示例#1
0
def test_dmrg_shared_exec_iterative_solve_one_sweep():
    max_mps_rank = 5
    num = 7
    mpo_rank = 5
    size = 5
    num_iter = 10
    T.set_backend("numpy")

    h = qtn.MPO_rand_herm(num, mpo_rank, size)
    dmrg_quimb = qtn.DMRG2(h, bond_dims=[max_mps_rank])

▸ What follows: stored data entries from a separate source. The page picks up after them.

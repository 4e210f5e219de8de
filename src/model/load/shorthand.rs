//! The section `shorthand`: named formulas in any order, put into one in which each uses only earlier ones.

use std::collections::BTreeMap;

use super::desk::{Desk, Fields, is_null};
use super::names::{Names, Scope};
use crate::expr::ast::ExprKind;
use crate::model::messages::Message;
use crate::model::tree::Entry;
use crate::model::{Name, Shorthand, ShorthandId};

/// Declares the names of the section; the formulas may use each other in any order.
pub(super) fn declare<'n>(desk: &mut Desk<'_>, fields: &Fields<'n>, names: &mut Names) -> &'n [Entry] {
    let Some(node) = fields.get("shorthand").filter(|node| !is_null(node)) else { return &[] };
    let help = "write names and formulas, for example {intake: a*S/(1 + a*h*S)}";
    let Some(entries) = desk.map(node, "\"shorthand\"", "a map from names to formulas", help) else {
        names.incomplete = true;
        return &[];
    };
    for (index, entry) in entries.iter().enumerate() {
        names.declare(desk, &entry.key, entry.key_at, Name::Shorthand(ShorthandId(index)));
    }
    entries
}

/// The formulas, sorted; the names are renumbered to match. Circles are reported.
pub(super) fn read(desk: &mut Desk<'_>, entries: &[Entry], names: &mut Names) -> Vec<Shorthand> {
    let found: Vec<Shorthand> = entries
        .iter()
        .filter_map(|entry| {
            let formula = names.formula(desk, &entry.value, &format!("\"{}\"", entry.key), Scope::Everything)?;
            Some(Shorthand { name: entry.key.clone(), at: entry.key_at, formula })
        })
        .collect();
    let order = sorted(desk, &found);
    let mut slots: Vec<Option<Shorthand>> = found.into_iter().map(Some).collect();
    let sorted: Vec<Shorthand> = order.into_iter().filter_map(|index| slots[index].take()).collect();
    for (index, shorthand) in sorted.iter().enumerate() {
        names.renumber(&shorthand.name, Name::Shorthand(ShorthandId(index)));
    }
    sorted
}

#[derive(Clone, Copy, PartialEq)]
enum State {
    Unseen,
    /// On the path that is being followed.
    Open,
    Done,
}

/// An order in which each formula uses only earlier ones, near to the file's; depth-first, with the path kept in a list,
/// so that no chain is too long for the stack.
fn sorted(desk: &mut Desk<'_>, found: &[Shorthand]) -> Vec<usize> {
    let index: BTreeMap<&str, usize> = found.iter().enumerate().map(|(i, one)| (one.name.as_str(), i)).collect();
    let uses: Vec<Vec<usize>> = found.iter().map(|one| used(one, &index)).collect();
    let mut state = vec![State::Unseen; found.len()];
    let mut order = Vec::with_capacity(found.len());
    for start in 0..found.len() {
        // Each element of the path: a formula, and how many of those it uses were followed.
        let mut path = if state[start] == State::Unseen { vec![(start, 0)] } else { Vec::new() };
        while let Some((here, followed)) = path.last_mut() {
            let here = *here;
            state[here] = State::Open;
            let Some(&next) = uses[here].get(*followed) else {
                state[here] = State::Done;
                order.push(here);
                path.pop();
                continue;
            };
            *followed += 1;
            match state[next] {
                State::Unseen => path.push((next, 0)),
                State::Open => report(desk, found, &path, next),
                State::Done => {}
            }
        }
    }
    order
}

fn used(shorthand: &Shorthand, index: &BTreeMap<&str, usize>) -> Vec<usize> {
    let mut found = Vec::new();
    shorthand.formula.expr.walk(&mut |part| {
        if let ExprKind::Name(name) = &part.kind
            && let Some(&other) = index.get(name.as_str())
            && !found.contains(&other)
        {
            found.push(other);
        }
    });
    found
}

fn report(desk: &mut Desk<'_>, found: &[Shorthand], path: &[(usize, usize)], back_to: usize) {
    let circle = path.iter().map(|&(index, _)| index).skip_while(|&index| index != back_to);
    let mut circle: Vec<&str> = circle.map(|index| found[index].name.as_str()).collect();
    circle.push(found[back_to].name.as_str());
    let shorthand = &found[back_to];
    desk.say(Message::Cycle, shorthand.at, &[&shorthand.name, &circle.join(" → ")]);
}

    h_tensors = load_quimb_tensors(h)
    mps_tensors = load_quimb_tensors(dmrg_quimb.state)

    # dmrg based on ad
    mps_tensors, energy = dmrg_shared_exec_iterative_solve(
        h_tensors, mps_tensors, num_iter=num_iter, max_mps_rank=max_mps_rank)

    # dmrg based on quimb
    opts = {'max_bond': max_mps_rank}
    for _ in range(num_iter):
        quimb_energy = dmrg_quimb.sweep_right(canonize=True,
                                              verbosity=0,
                                              **opts)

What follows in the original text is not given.